Source information.
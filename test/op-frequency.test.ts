/**
 * `pinchoff op` with a design file's `frequency` section: the capacitance block
 * on the card, the source, load and target corner read with their units, the
 * response in the JSON output and the summary, a missed target failing the op,
 * and a source impedance that is not a resistance refused with the field path.
 */
import { mkdtempSync, rmSync, writeFileSync } from "node:fs";
import { tmpdir } from "node:os";
import { join } from "node:path";
import { afterAll, describe, expect, it } from "vitest";
import { main } from "../lib/cli/op.js";
import { parseDesignFile } from "../lib/bias/design-file.js";
import { captureCli } from "./support/cli.js";

const dir = mkdtempSync(join(tmpdir(), "pinchoff-op-freq-"));
afterAll(() => rmSync(dir, { recursive: true, force: true }));

// Invented: a microphone preamplifier stage on an invented 20 nm-oxide process.
const design = {
  name: "microphone preamp (invented)",
  topology: "four-resistor",
  device: {
    card: { name: "demo-n", polarity: "nmos", kp: "100 uA/V^2", vt0: "0.7 V", lambda: "0.02 1/V", capacitance: { tox: "20 nm", cgso: "0.2 fF/um", cgdo: "0.2 fF/um", cj: "0.5 fF/um^2", cjsw: "0.2 fF/um", diffusionLength: "3 um" }, provenance: "invented for the tests" },
    w: "40 um",
    l: "2 um",
  },
  components: { rg1: "680 kohm", rg2: "220 kohm", rd: "10 kohm", rs: "1.5 kohm" },
  supplies: { vdd: "12 V" },
  frequency: { source: { resistance: "10 kohm" }, load: { resistance: "100 kohm", capacitance: "10 pF" }, targets: { lowCorner: "20 Hz" }, series: "E12" },
};
const write = (name: string, d: unknown) => {
  const p = join(dir, name);
  writeFileSync(p, JSON.stringify(d));
  return p;
};

describe("pinchoff op with a frequency section", () => {
  it("reads the units and reports the designed capacitors and both corners", async () => {
    const r = await captureCli(main, [write("ok.json", design), "--json"]);
    expect(r.code).toBe(0);
    const j = JSON.parse(r.out);
    expect(j.frequency.low.capacitors).toHaveLength(3);
    expect(Math.abs(j.frequency.low.corner / 20 - 1)).toBeLessThan(0.15);
    expect(j.frequency.high.corner).toBeGreaterThan(1e4);
    const t = await captureCli(main, [write("ok.json", design), "--text"]);
    expect(t.out).toMatch(/Frequency response \(common-source/);
    expect(t.out).toMatch(/bypass capacitor .*\(designed\)/);
  }, 60_000);
  it("fails the op when given capacitors miss the low-corner target: exit 1", async () => {
    const d = { ...design, frequency: { ...design.frequency, capacitors: { input: "1 uF", output: "1 uF", bypass: "1 mF" }, targets: { lowCorner: "1 Hz" } } };
    const r = await captureCli(main, [write("low.json", d), "--json"]);
    expect(r.code).toBe(1);
    expect(r.err).toMatch(/Low-frequency corner/);
  });
  it("takes a discrete part's datasheet capacitances from its part card", async () => {
    // Invented part: k = gfs²/(2·ID) = 0.1 A/V², VGS(th) 2 V; Ciss 60 pF, Crss 5 pF, Coss 25 pF at 25 V.
    const part = {
      name: "QN-60 (invented)",
      polarity: "nmos",
      threshold: { vgs: "2.0 V", id: "1 mA" },
      forwardTransconductance: { gfs: "200 mS", id: "200 mA", vds: "10 V" },
      ratings: { vds: "60 V", vgs: "20 V", id: "300 mA", pd: "400 mW", pdAt: { ambient: "25 degC" }, tjMax: "150 degC", rthJA: "312.5 K/W" },
      capacitances: { ciss: "60 pF", crss: "5 pF", coss: "25 pF", vds: "25 V" },
      provenance: "invented for the tests",
    };
    const d = { name: "discrete stage (invented)", topology: "four-resistor", device: { part }, components: { rg1: "1 Mohm", rg2: "270 kohm", rd: "1 kohm", rs: "220 ohm" }, supplies: { vdd: "12 V" }, frequency: { source: { resistance: "600 ohm" }, load: { resistance: "10 kohm" }, targets: { lowCorner: "50 Hz" } } };
    const r = await captureCli(main, [write("part.json", d), "--json"]);
    const j = JSON.parse(r.out);
    expect(j.frequency.capacitances.from).toBe("datasheet");
    expect(j.frequency.capacitances.cgs).toBeCloseTo(55e-12, 20);
    expect(j.frequency.capacitances.cgd).toBeCloseTo(5e-12, 20);
    expect(j.frequency.capacitances.cds).toBeCloseTo(20e-12, 20);
  }, 60_000);
  it("refuses a source impedance that is not a resistance, naming the field", () => {
    expect(() => parseDesignFile({ ...design, frequency: { source: { resistance: "50 ohm", reactance: "10 ohm" } } }, "d.json")).toThrow(/d\.json: frequency\.source\.reactance.*resistance/);
    expect(() => parseDesignFile({ ...design, frequency: { source: { resistance: "10 pF" } } }, "d.json")).toThrow(/frequency\.source\.resistance/);
  });
  it("asks for the card's capacitance data when a frequency section is given without it", async () => {
    const card = { ...design.device.card } as Record<string, unknown>;
    delete card.capacitance;
    const r = await captureCli(main, [write("bare.json", { ...design, device: { ...design.device, card } })]).catch((e: Error) => ({ code: -1, out: "", err: e.message }));
    expect(`${r.err}`).toMatch(/TOX/);
  });
  it("analyses the drain-feedback stage, the current mirror and the diode-load stage from their design files", async () => {
    const card = design.device.card;
    const pcard = { ...card, name: "demo-p", polarity: "pmos", vt0: "-0.7 V", kp: "40 uA/V^2" };
    const files = [
      { view: "drain-feedback", d: { name: "feedback stage (invented)", topology: "drain-feedback", device: design.device, components: { rf: "2.2 Mohm", rd: "10 kohm", rs: "470 ohm" }, supplies: { vdd: "12 V" }, frequency: design.frequency }, low: 3 },
      { view: "current-mirror", d: { name: "bias mirror (invented)", topology: "current-mirror", device: design.device, devices: { reference: { card, w: "10 um", l: "2 um" } }, components: { rref: "100 kohm", rload: "20 kohm" }, supplies: { vdd: "5 V" }, frequency: { load: { capacitance: "1 pF" } } } },
      { view: "diode-load", d: { name: "gain cell (invented)", topology: "diode-load", device: { card, w: "20 um", l: "1 um" }, devices: { load: { card: pcard, w: "10 um", l: "1 um" } }, components: { vg: "1.2 V" }, supplies: { vdd: "5 V" }, frequency: { source: { resistance: "1 kohm" }, load: { capacitance: "0.5 pF" } } } },
    ];
    for (const f of files) {
      const r = await captureCli(main, [write(`${f.view}.json`, f.d), "--json"]);
      expect(r.err).toBe("");
      expect(r.code).toBe(0);
      const j = JSON.parse(r.out);
      expect(j.frequency.view).toBe(f.view);
      expect(j.frequency.high.corner).toBeGreaterThan(0);
      expect(j.frequency.low?.capacitors?.length ?? 0).toBe(f.low ?? 0);
      const t = await captureCli(main, [write(`${f.view}.json`, f.d), "--text"]);
      expect(t.out).toMatch(new RegExp(`Frequency response \\(${f.view}`));
    }
  }, 60_000);
  it("takes a simple mirror's load from components.rload or, with its output held at vout, from frequency.load.resistance", async () => {
    const card = design.device.card;
    const base = { name: "bias mirror (invented)", topology: "current-mirror", device: design.device, devices: { reference: { card, w: "10 um", l: "2 um" } }, supplies: { vdd: "5 V" } };
    const own = JSON.parse((await captureCli(main, [write("own.json", { ...base, components: { rref: "100 kohm", rload: "20 kohm" }, frequency: { load: { capacitance: "1 pF" } } }), "--json"])).out);
    // The same operating point held by a source at the drain voltage RLOAD gave, RLOAD now the outside load.
    const vd = own.nodes.drain as number;
    const r = await captureCli(main, [write("held.json", { ...base, components: { rref: "100 kohm", vout: `${vd} V` }, frequency: { load: { resistance: "20 kohm", capacitance: "1 pF" } } }), "--json"]);
    expect(r.err).toBe("");
    const held = JSON.parse(r.out);
    expect(held.frequency.view).toBe("current-mirror");
    expect(Math.abs(held.frequency.midbandGain / own.frequency.midbandGain - 1)).toBeLessThan(1e-6);
    expect(Math.abs(held.frequency.high.corner / own.frequency.high.corner - 1)).toBeLessThan(1e-6);
    // Both at once: refused, naming the field and where the load is given.
    const both = await captureCli(main, [write("both.json", { ...base, components: { rref: "100 kohm", rload: "20 kohm" }, frequency: { load: { resistance: "20 kohm" } } }), "--json"]).catch((e: Error) => ({ code: -1, out: "", err: e.message }));
    expect(both.code).not.toBe(0);
    expect(`${both.err}`).toMatch(/frequency\.load\.resistance.*components\.rload/);
    // Held without a load resistance: refused, naming the field.
    const none = await captureCli(main, [write("none.json", { ...base, components: { rref: "100 kohm", vout: "2 V" }, frequency: { load: { capacitance: "1 pF" } } }), "--json"]).catch((e: Error) => ({ code: -1, out: "", err: e.message }));
    expect(none.code).not.toBe(0);
    expect(`${none.err}`).toMatch(/frequency\.load\.resistance/);
  }, 60_000);
  it("analyses the cascode current mirror, stacked and wide-swing, with RLOAD and CL from the frequency section", async () => {
    const card = design.device.card;
    const base = { topology: "cascode-mirror", device: { card, w: "20 um", l: "2 um" }, devices: { cascode: { card, w: "20 um", l: "1 um" } }, supplies: { vdd: "5 V" }, frequency: { load: { resistance: "100 kohm", capacitance: "2 pF" } } };
    const files = [
      { bias: "stacked", d: { ...base, name: "sensor bias mirror (invented)", components: { iref: "50 uA", vout: "3 V" } } },
      { bias: "wide-swing", d: { ...base, name: "low-headroom mirror (invented)", components: { iref: "50 uA", vout: "2 V", vcas: "1.6 V" } } },
    ];
    for (const f of files) {
      const r = await captureCli(main, [write(`${f.bias}.json`, f.d), "--json"]);
      expect(r.err).toBe("");
      expect(r.code).toBe(0);
      const j = JSON.parse(r.out);
      expect(j.frequency.view).toBe("cascode-mirror");
      expect(j.frequency.cascodeMirror.bias).toBe(f.bias);
      expect(j.frequency.drive).toBe("current");
      // Transimpedance ≈ −RLOAD for a 1:1 mirror whose cascode resistance is far above RLOAD; output pole 1/(2π·RLOAD·CO), CO ≥ CL.
      expect(j.frequency.midbandGain).toBeLessThan(-0.9e5);
      expect(j.frequency.midbandGain).toBeGreaterThan(-1.01e5);
      expect(j.frequency.mirror.outputPole).toBeLessThan(1 / (2 * Math.PI * 100e3 * 2e-12));
      expect(j.frequency.high.corner).toBeGreaterThan(0.5 / (2 * Math.PI * 100e3 * 2e-12));
      const t = await captureCli(main, [write(`${f.bias}.json`, f.d), "--text"]);
      expect(t.out).toMatch(/Frequency response \(cascode-mirror/);
    }
    // Without a load resistance the output is held by an ideal source: refused, naming the field.
    const r = await captureCli(main, [write("noload.json", { ...files[0]!.d, frequency: { load: { capacitance: "2 pF" } } }), "--json"]).catch((e: Error) => ({ code: -1, out: "", err: e.message }));
    expect(r.code).not.toBe(0);
    expect(`${r.err}`).toMatch(/frequency\.load\.resistance/);
    // A source resistance or coupling capacitors have no place: the mirror is current-driven and DC-coupled.
    const src = await captureCli(main, [write("src.json", { ...files[0]!.d, frequency: { source: { resistance: "1 kohm" }, load: { resistance: "100 kohm" } } }), "--json"]).catch((e: Error) => ({ code: -1, out: "", err: e.message }));
    expect(`${src.err}`).toMatch(/frequency\.source.*ideal signal current/);
    const caps = await captureCli(main, [write("caps.json", { ...files[0]!.d, frequency: { load: { resistance: "100 kohm" }, capacitors: { output: "1 uF" } } }), "--json"]).catch((e: Error) => ({ code: -1, out: "", err: e.message }));
    expect(`${caps.err}`).toMatch(/no coupling or bypass capacitors/);
  }, 60_000);
});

What the task requires.
Copy every line from the material in which the word "response" can be found.

Answer to this task.
 * response in the JSON output and the summary, a missed target failing the op,
    expect(t.out).toMatch(/Frequency response \(common-source/);
      expect(t.out).toMatch(new RegExp(`Frequency response \\(${f.view}`));
      expect(t.out).toMatch(/Frequency response \(cascode-mirror/);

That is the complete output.